Serve as a key point of escalation for observability‑related production and platform challenges.
Operational Excellence & Reliability
Drive improvements in production stability, client experience, and service reliability through actionable observability insights.
Define and track key observability and reliability metrics (e.g., SLIs, SLOs, error budgets, MTTR).
Ensure observability solutions support regulatory, audit, and operational risk requirements.
Continuously evaluate observability maturity and lead initiatives to close gaps.
Technology & Innovation
Evaluate and evolve observability tooling and platforms to meet current and future enterprise needs.
Champion modern observability practices, including distributed tracing, real‑time analytics, and intelligent alerting.
Partner with automation and AI initiatives to leverage observability data for predictive insights and operational intelligence.
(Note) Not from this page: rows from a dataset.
// --all stopped after its first conflict (the budget abandoned from the progress callback once
// the sub-solves of a plain explain are spent): the conflict found stands, proven, and the stop
// is reported; the search for the others did not finish.
TEST(Explain, AllStoppedAfterTheFirstConflictKeepsIt) {
  model::Model m = three_conflicts_model();
  const long first_search = explain(m).sub_solves;
  run::Budget budget;
  Options options;
  options.all = true;
  options.budget = &budget;
  options.progress = [&budget, first_search](const Progress& p) {
    if (p.sub_solves > first_search) budget.abandon();
  };
  Explanation e = explain(m, options);
  ASSERT_EQ(e.outcome, Outcome::infeasible_subsystem);
  EXPECT_TRUE(e.verdict.valid) << e.verdict.failure;
  expect_proven_iis(m, e);
  EXPECT_EQ(e.stop_reason, run::StopReason::abandoned);
  EXPECT_LT(e.further.size(), 2u);
  for (const Explanation& more : e.further) expect_proven_iis(m, more);
}

INSTANTIATE_TEST_SUITE_P(Netlib, ExplainItest, ::testing::Values("itest2", "itest6"),
                         [](const auto& info) { return info.param; });

}  // namespace
}  // namespace plumb::explain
Stay current on industry trends and emerging capabilities in observability and reliability engineering.
Required Qualifications
Bachelor’s degree in Computer Science, Engineering, or a related technical field (or equivalent experience).
8+ years of experience in technology roles spanning software engineering, platform engineering, SRE, or operations.
Demonstrated experience leading or owning observability, monitoring, or reliability initiatives at enterprise scale.
Strong understanding of modern distributed systems, cloud and hybrid architectures, and production operations.
Experience defining product roadmaps, standards, and reusable capabilities in a complex organization.
Proven ability to influence and align cross‑functional teams without direct authority.
Strong communication skills, with the ability to translate technical concepts into business outcomes.
Preferred Qualifications
Experience in financial services or other highly regulated, mission‑critical environments.
Hands‑on experience with observability platforms and tooling (metrics, logging, tracing, alerting).
Familiarity with SRE practices, incident management, and operational risk frameworks.
Exposure to automation or AI‑driven operational intelligence.
Prior experience operating in a product‑led technology organization.
Leadership & Behavioral Competencies
Product‑oriented mindset with a strong focus on outcomes and value realization.
Ability to operate at both strategic and execution levels.
Strong problem‑solving skills and comfort navigating ambiguity.
Collaborative leadership style with the ability to drive alignment across teams.
Commitment to continuous improvement, reliability, and operational excellence.